WORK INSTRUCTIONS |
As the lines appear below, please set them down exactly, starting at the first and finishing with the one containing "Grey levels are".

[Items from a dataset]
def plot_frame(
    image: np.ndarray,
    result: Any,
    path: str | os.PathLike,
    *,
    roi: Sequence[int] | None = None,
) -> str:
    """The frame with the analysed region, the fringe normal and the profile band.

    Parameters
    ----------
    image : (H, W) or (H, W, 3) ndarray
        The frame (raw or calibrated; colour is shown as the mean of R, G, B).
    result : FringeResult
        Its measurement. A failed one shows the region and the error.
    path : str or path-like
        PNG file to write.
    roi : (X, Y, W, H), optional
        Analysed region within ``image`` (default as in `overlay_geometry`).

    Returns
    -------
    str
        The path written.

    Notes
    -----
    Grey levels are stretched between the 0.5 and 99.5 percentiles of the finite
    pixels, so that hot pixels do not flatten the fringes. The orange outline is the
    region, the blue shade the pixels averaged into the profile band for the
    visibility, the vermillion arrow the fringe normal (the direction of increasing
    phase).

    References
    ----------
    .. [1] M. Okabe and K. Ito, "Color Universal Design (CUD): how to make figures and
       presentations that are friendly to colorblind people" (2008), https://jfly.uni-koeln.de/color/
    """
    img = _as_image(image, _label(result))
    geo = overlay_geometry(result, shape=img.shape, roi=roi)
    h_img, w_img = img.shape
    shown, lo, hi = _display(img)
    with _Drawing() as d:
        from matplotlib.lines import Line2D
        from matplotlib.patches import Patch, Polygon, Rectangle

        ax = d.fig.add_subplot()
        ax.imshow(shown, cmap="gray", vmin=lo, vmax=hi, origin="upper",
                  extent=(-0.5, w_img - 0.5, h_img - 0.5, -0.5),
                  interpolation="nearest" if max(h_img, w_img) <= 400 else "antialiased")
        ax.grid(False)
        x0, y0, w, h = geo["region"]
        rect = Rectangle((x0 - 0.5, y0 - 0.5), w, h, fill=False, ec=PALETTE["orange"], lw=1.6,
                         clip_on=False, zorder=4)
        ax.add_patch(rect)
        handles = [Patch(fill=False, ec=PALETTE["orange"], lw=1.6, label="analysed region")]
        if geo["band"] is not None:
            band = Polygon(geo["band"], closed=True, fc=PALETTE["sky"], ec=PALETTE["sky"],
                           alpha=0.22, lw=1.2)
            ax.add_patch(band)
            band.set_clip_path(rect)
            source = str(geo["band_source"]).split(" (")[0]
            handles.append(Patch(fc=PALETTE["sky"], alpha=0.5, label=f"profile band ({source})"))
        values = getattr(result, "values", {}) or {}
        if geo["arrow_end"] is not None:
            ax.annotate("", xy=geo["arrow_end"], xytext=geo["centre"],
                        arrowprops={"arrowstyle": "-|>", "color": PALETTE["vermillion"],
                                    "lw": 2.0, "shrinkA": 0, "shrinkB": 0})
            ax.plot(*geo["centre"], "o", color=PALETTE["vermillion"], ms=3)
            handles.append(Line2D([], [], color=PALETTE["vermillion"], lw=2.0,
                                  label="fringe normal"))
        ctx = getattr(result, "context", None) or {}
        if "envelope_fit" in ctx and values.get("envelope_centre_x_px") is not None:
            ex = x0 + float(values["envelope_centre_x_px"])
            ey = y0 + float(values["envelope_centre_y_px"])
            ax.plot(ex, ey, "+", color=PALETTE["yellow"], ms=9, mew=1.8)
            handles.append(Line2D([], [], color=PALETTE["yellow"], marker="+", ls="",
                                  ms=8, mew=1.8, label="envelope centre"))
        ax.set_xlim(-0.5, w_img - 0.5)
        ax.set_ylim(h_img - 0.5, -0.5)
        ax.set_xlabel("x (px)")
        ax.set_ylabel("row (px)")
        if getattr(result, "status", "ok") == "ok":
            t_txt = _fmt(values.get("orientation_deg"), values.get("orientation_deg_err"), "deg")
            p_txt = _fmt(values.get("period_px"), values.get("period_px_err"), "px")
            title = _title(result, f"orientation {t_txt}, period {p_txt}")
        else:
            title = _title(result, str(getattr(result, "error", None) or "not measured"))
        ax.set_title(title, loc="left")
        d.fig.legend(handles=handles, loc="outside lower center",
                     ncols=len(handles) if len(handles) <= 3 else 2)
        return d.save(path)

WRITTEN ANSWER |
def plot_frame(
    image: np.ndarray,
    result: Any,
    path: str | os.PathLike,
    *,
    roi: Sequence[int] | None = None,
) -> str:
    """The frame with the analysed region, the fringe normal and the profile band.

    Parameters
    ----------
    image : (H, W) or (H, W, 3) ndarray
        The frame (raw or calibrated; colour is shown as the mean of R, G, B).
    result : FringeResult
        Its measurement. A failed one shows the region and the error.
    path : str or path-like
        PNG file to write.
    roi : (X, Y, W, H), optional
        Analysed region within ``image`` (default as in `overlay_geometry`).

    Returns
    -------
    str
        The path written.

    Notes
    -----
    Grey levels are stretched between the 0.5 and 99.5 percentiles of the finite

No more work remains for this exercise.